## Dataset
class Structure {
 public:
  Structure(const std::vector<TextToken>& tokens) : t_(tokens) {}

  std::vector<Field> fields;
  std::vector<NumberToken> loose;  // numbers not under any key
  Layout loose_layout;
  std::vector<std::string> ignored;
  Hint loose_hint = Hint::None;

  void run() {
    std::size_t i = 0;
    int loose_last_line = 0;
    std::map<std::pair<int, std::size_t>, int> group_counts;  // per (line, group) counts for layout
    while (i < t_.size()) {
      const TextToken& tok = t_[i];
      if (tok.kind == TokenKind::Newline) {
        line_start_ = true;
        ++i;
        continue;
      }
      if (line_start_) {
        line_start_ = false;
        const int indent = tok.number.column;
        while (!sections_.empty() && sections_.back().indent >= 0 && sections_.back().indent >= indent) {
          sections_.pop_back();
        }
      }
      if (tok.kind == TokenKind::Open) {
        ++depth_;
        ++i;
        continue;
      }
      if (tok.kind == TokenKind::Close) {
        --depth_;
        while (!sections_.empty() && sections_.back().brace_depth > depth_) sections_.pop_back();
        ++i;
        continue;
      }
      if (tok.kind == TokenKind::Word) {
        if (tok.timestamp) {
          ignored.push_back("the time stamp '" + std::string(tok.text) + "' at " + place(tok));
          ++i;
          continue;
        }
        if (try_header(&i)) continue;
        i = key(i);
        continue;
      }
      if (tok.kind == TokenKind::Number) {
        loose.push_back(tok.number);
        if (tok.number.line != loose_last_line) {
          if (loose_last_line != 0) ++loose_layout.lines;
          loose_last_line = tok.number.line;
        }
        ++i;
        continue;
      }
      if (tok.kind == TokenKind::Semicolon && !loose.empty()) loose_layout.row_breaks = true;
      ++i;
    }
    loose_layout = layout_of(loose, loose_layout);
  }

 private:
  struct Section {
    std::string key;
    int indent = -1;       // a key alone on its line: children are indented deeper
    int brace_depth = -1;  // a key before '{': children are inside the braces
  };

  const std::vector<TextToken>& t_;
  std::vector<Section> sections_;
  int depth_ = 0;
  bool line_start_ = true;

  static std::string place(const TextToken& t) {
    return "line " + std::to_string(t.number.line) + ", column " + std::to_string(t.number.column);
  }

  std::string prefix_path() const {
    std::string p;
    for (const Section& s : sections_) {
      if (!p.empty()) p += ".";
      p += s.key;
    }
    return p;
  }

  // Row structure of a list of numbers: bracket groups, lines.
  Layout layout_of(const std::vector<NumberToken>& numbers, Layout base) const {
    if (numbers.empty()) return base;
    // Groups: count numbers between innermost brackets / ';' / line breaks.
    std::vector<int> counts;
    int current = 0;
    std::size_t first = numbers.front().offset;
    std::size_t last = numbers.back().offset;
    int lines = 1;
    int prev_line = numbers.front().line;
    for (const NumberToken& n : numbers) {
      if (n.line != prev_line) {
        ++lines;
        prev_line = n.line;
      }
    }
    for (const TextToken& tok : t_) {
      if (tok.number.offset < first || tok.number.offset > last) continue;
      if (tok.kind == TokenKind::Number) ++current;
      if ((tok.kind == TokenKind::Close || tok.kind == TokenKind::Semicolon ||
           tok.kind == TokenKind::Newline || tok.kind == TokenKind::Open) &&
          current > 0) {
        counts.push_back(current);
        current = 0;
      }
      if (tok.kind == TokenKind::Semicolon) base.row_breaks = true;
    }
    if (current > 0) counts.push_back(current);
    base.lines = lines;
    base.groups = static_cast<int>(counts.size());
    base.per_group = 0;
    if (!counts.empty() && std::all_of(counts.begin(), counts.end(), [&](int c) { return c == counts[0]; })) {
      base.per_group = counts[0];
    }
    return base;
  }

  // Numbers after position i: stops at a word, at a line end outside the brackets opened
  // here, or at a bracket closing below the starting depth.
  std::size_t collect(std::size_t i, Collected* out) {
    int local = 0;
    bool any = false;
    while (i < t_.size()) {
      const TextToken& tok = t_[i];
      if (tok.kind == TokenKind::Number) {
        out->numbers.push_back(tok.number);
        any = true;
      } else if (tok.kind == TokenKind::Open) {
        ++local;
        ++depth_;
      } else if (tok.kind == TokenKind::Close) {
        if (local == 0) break;
        --local;
        --depth_;
        if (local == 0 && any) {
          ++i;
          break;
        }
      } else if (tok.kind == TokenKind::Newline) {
        if (local == 0 && any) break;
        if (local == 0 && !any) break;
      } else if (tok.kind == TokenKind::Word) {
        if (local == 0 || !tok.timestamp) break;
      } else if (tok.kind == TokenKind::Assign) {
        break;
      }
      ++i;
    }
    depth_ -= local;
    out->layout = layout_of(out->numbers, Layout{});
    return i;
  }

  void add_field(const TextToken& key_tok, const std::string& key_text, std::vector<NumberToken> values) {
    Field f;
    f.key = &key_tok;
    const std::string pre = prefix_path();
    std::string k = lower(key_text);
    // Split a dotted or slashed name: "pose.orientation.w", "orientation/w", "q->w".
    for (const char* sep : {"/", "->", "::"}) {
      std::size_t p;
      while ((p = k.find(sep)) != std::string::npos) k.replace(p, std::string(sep).size(), ".");
    }
    f.path = pre.empty() ? k : pre + "." + k;
    const auto dot = f.path.rfind('.');
    f.prefix = dot == std::string::npos ? "" : f.path.substr(0, dot);
    const std::string last = dot == std::string::npos ? f.path : f.path.substr(dot + 1);
    f.name = bare_name(last);
    // "orientation_w": the part before the name is a prefix too.
    if (f.name != last && last.size() > f.name.size() + 1) {
      const std::string own = last.substr(0, last.size() - f.name.size() - 1);
      f.prefix = f.prefix.empty() ? own : f.prefix + "." + own;
    }
    f.values = std::move(values);
    fields.push_back(std::move(f));
  }

  // A line of names followed by as many numbers (on the same line after ':' / '=' or on
  // the next line): each name labels the number in its place. "w x y z\n1 0 0 0",
  // "(x, y, z, w) = (0, 0, 0.38, 0.92)".
  bool try_header(std::size_t* pi) {
    std::size_t i = *pi;
    std::vector<const TextToken*> names;
    const int line = t_[i].number.line;
    while (i < t_.size() && t_[i].number.line == line) {
      const TextToken& tok = t_[i];
      if (tok.kind == TokenKind::Word && !tok.timestamp) {
        names.push_back(&tok);
      } else if (tok.kind == TokenKind::Number || tok.kind == TokenKind::Assign ||
                 tok.kind == TokenKind::Newline) {
        break;
      }
      ++i;
    }
    if (names.size() < 3) return false;
    for (const TextToken* n : names) {
      const Role r = role_of(bare_name(lower(n->text)));
      if (r == Role::Unknown || r == Role::Ignored || r == Role::Axis || r == Role::Translation) return false;
    }
    std::size_t j = i;
    if (j < t_.size() && t_[j].kind == TokenKind::Assign) ++j;
    if (j < t_.size() && t_[j].kind == TokenKind::Newline) ++j;
    Collected c;
    const int saved_depth = depth_;
    const std::size_t end = collect(j, &c);
    if (c.numbers.size() != names.size()) {
      depth_ = saved_depth;
      return false;
    }
    for (std::size_t k = 0; k < names.size(); ++k)
      add_field(*names[k], std::string(names[k]->text), {c.numbers[k]});
    *pi = end;
    return true;
  }

  // A word at position i: a key with values, a section, a hint, or an ignored field.
  std::size_t key(std::size_t i) {
    const TextToken& k = t_[i];
    std::size_t j = i + 1;
    const bool assigned = j < t_.size() && t_[j].kind == TokenKind::Assign;
    if (assigned) ++j;
    // A section: "orientation:" alone on its line, or "orientation: {".
    if (assigned && (j >= t_.size() || t_[j].kind == TokenKind::Newline)) {
      sections_.push_back({lower(k.text), line_indent(i), -1});
      return j;
    }
    if (j < t_.size() && t_[j].kind == TokenKind::Open && t_[j].bracket == '{' && assigned) {
      // An object unless it holds only numbers.
      std::size_t p = j + 1;
      while (p < t_.size() && (t_[p].kind == TokenKind::Newline)) ++p;
      if (p < t_.size() && t_[p].kind == TokenKind::Word) {
        ++depth_;
        sections_.push_back({lower(k.text), -1, depth_});
        return j + 1;
      }
    }
    if (j < t_.size() && (t_[j].kind == TokenKind::Number || t_[j].kind == TokenKind::Open)) {
      Collected c;
      const std::size_t end = collect(j, &c);
      if (!c.numbers.empty()) {
        std::string last = lower(k.text);
        for (const char* sep : {".", "/", "->", "::"}) {
          const auto p = last.rfind(sep);
          if (p != std::string::npos) last = last.substr(p + std::string(sep).size());
        }
        const std::string name = bare_name(last);
        const Role r = role_of(name);
        const Hint h = hint_of(std::string(k.text));
        if (r == Role::Unknown && h == Hint::None) {
          if (c.numbers.size() == 1) {
            ignored.push_back("the field '" + std::string(k.text) + "' at " + place(k));
          } else {
            // An unknown name before several numbers: keep the numbers as loose ones.
            ignored.push_back("the name '" + std::string(k.text) + "' at " + place(k));
            for (const NumberToken& n : c.numbers) loose.push_back(n);
            loose_layout = c.layout;
          }
        } else if (r == Role::Ignored) {
          ignored.push_back("the field '" + std::string(k.text) + "' at " + place(k));
        } else {
          add_field(k, std::string(k.text), c.numbers);
        }
        return end;
      }
    }
    if (assigned) {
      ignored.push_back("the field '" + std::string(k.text) + "' at " + place(k));
      // Skip its value word.
      if (j < t_.size() && t_[j].kind == TokenKind::Word) ++j;
      return j;
    }
    const Hint h = hint_of(std::string(k.text));
    if (h != Hint::None && loose_hint == Hint::None) {
      loose_hint = h;
    } else {
      ignored.push_back("the word '" + std::string(k.text) + "' at " + place(k));
    }
    return i + 1;
  }

  int line_indent(std::size_t i) const {
    std::size_t p = i;
    while (p > 0 && t_[p - 1].kind != TokenKind::Newline) --p;
    return t_[p].number.column;
  }
};

// Labelled readings: quaternion components, Euler names, rotation-vector names, axis and
// angle. Translation fields fill *translation.
struct Labelled {
  std::vector<Reading> readings;
  std::optional<Eigen::Vector3d> translation;
  std::vector<std::string> names;
  std::optional<Error> error;
  bool used_any = false;
};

## Exercise brief
A bare number is required: the count of lines above with the string "after".

## Result of this task
2